Some Google services are not web-based. Google Earth, launched in 2005, allowed users to see high-definition satellite pictures from all over the world for free through a client software downloaded to their computers.
In January 2010, Google released Nexus One, the first Android phone under its own brand. It spawned a number of phones and tablets under the "Nexus" branding until its eventual discontinuation in 2016, replaced by a new brand called Pixel.
In July 2013, Google introduced the Chromecast dongle, which allows users to stream content from their smartphones to televisions.
In June 2014, Google announced Google Cardboard, a simple cardboard viewer that lets the user place their smartphone in a special front compartment to view virtual reality (VR) media.
Other hardware products include:
Nest, a series of voice assistant smart speakers that can answer voice queries, play music, find information from apps (calendar, weather etc.), and control third-party smart home appliances (users can tell it to turn on the lights, for example).
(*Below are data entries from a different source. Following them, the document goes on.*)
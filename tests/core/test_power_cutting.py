"""Power threads (trapezoidal 30°, Acme 29°, square) through the cutting core: wires, tool,
infeed and passes, multi-start, identify.

The threads are built by hand from the ISO 2904 / ASME B1.5 basic-profile formulas
(``power_threads``) until the standards families are in the catalogue; ``power_limits`` then
takes the catalogue's own.
"""

from __future__ import annotations

import dataclasses
import math
from fractions import Fraction

import pytest

import power_threads as pt
from shopterm.cutting import wires as w
from shopterm.cutting.tool import (WORKING_CLEARANCE_DEG, check_tool, form_tip_flat,
                                   helix_angle_deg, power_tool, standard_tip)
from shopterm.errors import InvalidEntry
from shopterm.lathe.machine import ToolTip, WireSize
from shopterm.standards.forms import ACME_29, ISO_60, TRAPEZOIDAL_30, ThreadForm
from test_wires import _min_distance

IN = 25.4                      # ISO 31-1: 1 in = 25.4 mm exactly

#: A square thread form for the refusals (no standard; flanks parallel).
SQUARE = ThreadForm("square-test", "Square", 0.0, 0.5, 0.0, 0.0)


def tr24x5():
    return pt.power_limits("Tr24x5")


def tr24x10_p5():
    return pt.power_limits("Tr24x10(P5)")


def acme_1_5():
    return pt.power_limits("1-5 ACME")


def acme_1_04p_08l():
    return pt.power_limits("1.000-0.4P-0.8L-ACME")


# ---- wires ---------------------------------------------------------------------------------------

# the 29° and 30° three-wire constants are checked in test_wires.test_published_constants


def test_acme_wire_range_touches_flanks_and_stands_proud():
    # from memory (Machinery's Handbook, Acme three-wire table): smallest 0.487P, largest 0.650P
    k = w.wire_constants(ACME_29)
    assert k.smallest == pytest.approx(0.487, abs=5e-4)
    assert k.largest == pytest.approx(0.650, abs=5e-4)


def test_trapezoidal_wire_range_from_the_flat_crest():
    # computed from the ISO 2904 basic profile (crest flat 0.25P above the pitch line, sharp-V
    # height 1.866025P): the wire's top (W/2)(1 + cosec 15°) must clear the crest at
    # 1.183013P above the root apex, and it touches the flank (W/2)cos²15°/sin 15° above that
    # apex, which must lie below the crest flat's start at 1.183013P
    a = math.radians(15)
    crest = (1.866025 + 0.5) / 2
    smallest = 2 * crest / (1 + 1 / math.sin(a))
    largest = 2 * crest * math.sin(a) / math.cos(a) ** 2
    rng = w.wire_range(TRAPEZOIDAL_30, 5.0)
    assert rng.smallest == pytest.approx(smallest * 5, abs=1e-5)
    assert rng.largest == pytest.approx(largest * 5, abs=1e-5)
    assert rng.fits(rng.best) and not rng.fits(0.48 * 5) and not rng.fits(0.66 * 5)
The Google Nest line includes the original Google Home (later succeeded by the Nest Audio), the Google Home Mini (later succeeded by the Nest Mini), the Google Home Max, the Google Home Hub (later rebranded as the Nest Hub), and the Nest Hub Max.
Nest Wifi (originally Google Wifi), a connected set of Wi-Fi routers to simplify and extend coverage of home Wi-Fi.
On March 15, 2016, Google announced the introduction of Google Analytics 360 Suite, "a set of integrated data and marketing analytics products, designed specifically for the needs of enterprise-class marketers" which can be integrated with BigQuery on the Google Cloud Platform. Among other things, the suite is designed to help "enterprise class marketers" "see the complete customer journey", generate "useful insights", and "deliver engaging experiences to the right people". Jack Marshall of The Wall Street Journal wrote that the suite competes with existing marketing cloud offerings by companies including Adobe, Oracle, Salesforce, and IBM.
In February 2010, Google announced the Google Fiber project, with experimental plans to build an ultra-high-speed broadband network for 50,000 to 500,000 customers in one or more American cities. Following Google's corporate restructure to make Alphabet Inc. its parent company, Google Fiber was moved to Alphabet's Access division.
In April 2015, Google announced Project Fi, a mobile virtual network operator, that combines Wi-Fi and cellular networks from different telecommunication providers in an effort to enable seamless connectivity and fast Internet signal.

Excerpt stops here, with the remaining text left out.